Editoriaux - Histoire - 16 septembre 2017

Qui écrit l’Histoire ? Facile, c’est Fernand Nathan !

Dans son manuel Questionner l’Histoire, les Éditions Nathan légendent comme ceci une illustration montrant des hommes armés : “Vitrail montant (sic) l’arrivée de migrants en Gaule au Ve siècle.”

Passons rapidement sur la faute d’orthographe (l’auteur voulait sûrement dire “montrant”) pour nous attarder sur le choix des mots. Dans une de ses lettres, saint Jérome dit : “Des nations innombrables et féroces se sont rendues maîtresses de la Gaule. Tout le territoire compris entre les Alpes et les Pyrénées, l’Océan et le Rhin a été dévasté par les Quades, les Vandales, les Sarmates, les Alains, les Gépides, les Hérules, les Saxons, les Burgondes, les Alamans, les Pannoniens…” Il décrit donc ce que nous appelions communément, jusqu’alors, les invasions barbares et qu’ici, les auteurs du manuel ont préféré appeler “arrivée de migrants”
Pour le moment, personne ne doute du fait que ces invasions aient été accompagnées de massacres divers et variés, pillages et autres cruautés. Deux possibilités s’ouvrent alors.

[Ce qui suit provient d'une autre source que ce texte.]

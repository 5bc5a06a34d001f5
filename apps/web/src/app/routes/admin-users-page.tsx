import { useMe } from "@/features/auth/api/get-me";
import { useUsers } from "@/features/admin/api/get-users";
import { AdminTabs } from "@/features/admin/components/admin-tabs";
import { InviteUserForm } from "@/features/admin/components/invite-user-form";
import { UsersTable } from "@/features/admin/components/users-table";
import { Card, CardBody, CardHeader } from "@/components/ui/card";
import { PageHeader } from "@/components/ui/page-header";
import { ErrorState, LoadingState } from "@/components/ui/states";

export default function AdminUsersPage() {
  const me = useMe();
  const users = useUsers();
  return (
    <>
      <PageHeader kicker="Admin" title="Users and roles" description="Analysts build, actuaries apply, managers approve, admins administer. One role per person." />
      <AdminTabs permissions={me.data?.permissions ?? []} />
      <Card className="mb-6">
        <CardHeader title="Invite someone" subtitle="They receive a mail with a one-time link to choose their password. No password is ever mailed." />
        <CardBody>
          <InviteUserForm />
        </CardBody>
      </Card>
      <Card>
        {users.isPending ? (
          <LoadingState />
        ) : users.isError ? (
          <div className="p-4">
            <ErrorState error={users.error} />
          </div>
        ) : (
          <UsersTable users={users.data} currentUserId={me.data?.user.id ?? ""} />
        )}
      </Card>
    </>
  );
}
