import type { ChangeClass, CreateModelVersionBody, ListModelVersionsQuery, ModelVersionImpactBody, UpdateModelVersionBody } from "@plumeline/contracts";
import type { Request, Response } from "express";
import { contextOf, currentUser } from "../../middleware/request-context.js";
import { modelVersionImpact } from "./model-version-impact.service.js";
import {
  createModelVersion,
  decideModelVersion,
  diffModelVersion,
  getModelVersion,
  listModelVersions,
  retireModelVersion,
  submitModelVersion,
  updateModelVersion,
} from "./model-versions.service.js";

const idOf = (req: Request) => (req.params as { id: string }).id;

export const modelVersionsController = {
  async list(req: Request, res: Response) {
    res.json(await listModelVersions(contextOf(req), req.query as unknown as ListModelVersionsQuery));
  },
  async get(req: Request, res: Response) {
    res.json(await getModelVersion(contextOf(req), idOf(req)));
  },
  async create(req: Request, res: Response) {
    res.status(201).json(await createModelVersion(contextOf(req), currentUser(req), req.body as CreateModelVersionBody));
  },
  async update(req: Request, res: Response) {
    res.json(await updateModelVersion(contextOf(req), currentUser(req), idOf(req), req.body as UpdateModelVersionBody));
  },
  async diff(req: Request, res: Response) {
    res.json(await diffModelVersion(contextOf(req), idOf(req), (req.query as { against?: string }).against));
  },
  async impact(req: Request, res: Response) {
    res.json(await modelVersionImpact(contextOf(req), idOf(req), req.body as ModelVersionImpactBody));
  },
  async submit(req: Request, res: Response) {
    const body = req.body as { changeClass: ChangeClass; note?: string };
    res.json(await submitModelVersion(contextOf(req), currentUser(req), idOf(req), body.changeClass, body.note));
  },
  async approve(req: Request, res: Response) {
    res.json(await decideModelVersion(contextOf(req), currentUser(req), idOf(req), "approved", (req.body as { comment: string }).comment));
  },
  async reject(req: Request, res: Response) {
    res.json(await decideModelVersion(contextOf(req), currentUser(req), idOf(req), "rejected", (req.body as { comment: string }).comment));
  },
  async retire(req: Request, res: Response) {
    res.json(await retireModelVersion(contextOf(req), currentUser(req), idOf(req), (req.body as { comment?: string }).comment));
  },
};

Dans la première hypothèse, celui qui a rédigé cette description de vitrail est un malhonnête, il cherche à minimiser ce que furent les invasions barbares. Ce serait, bien entendu, absurde au regard de toutes les sources historiques qui montrent bien que ce fut un épisode dramatique. 

Dans la seconde hypothèse, celui qui a rédigé la description considère simplement qu’une arrivée de migrants veut dire massacres, pillages, vols et viols… Il est donc de bonne foi. C’est une hypothèse crédible et, par respect pour cet homme que des esprits malintentionnés à son égard pourraient juger trop rapidement, c’est celle que nous retiendrons. 

Tirons-en quelques conséquences. Pour que ce manuel ait été édité, surtout chez Nathan – qui fournit sans doute le plus de salles de classe en France -, il a sûrement été lu et relu, vérifié et validé avant d’être diffusé. C’est donc que les autorités qui l’ont supervisé acceptent qu’on puisse intervertir l’expression “invasion barbare et son lot d’horreurs” et “arrivée de migrants”. Si cela fonctionne dans un sens, cela fonctionne dans l’autre. Nous pouvons donc logiquement, nous aussi, choisir de remplacer désormais chaque “arrivée de migrants” par “invasion barbare”

Dans ce même manuel, nous pouvons voir une photo montrant des jeunes se prenant en photo avec Omar Sy. Là, il nous est expliqué que la France connaît d’importantes migrations depuis la préhistoire. Il est ajouté que la population continue d’évoluer avec des migrants venant notamment d’Afrique et d’Asie, et une petite phrase est ajoutée : “Eux-mêmes ou leurs enfants sont français.”
 
Quel dommage que, par distraction, l’auteur soit tombé dans un ignoble processus de colonisation en obligeant les migrants ou leurs enfants à devenir français. Heureusement, ce n’est sûrement qu’une étourderie, laissons-lui le temps d’apporter une correction salutaire dans la réédition : la naturalisation n’est, bien sûr, pas automatique.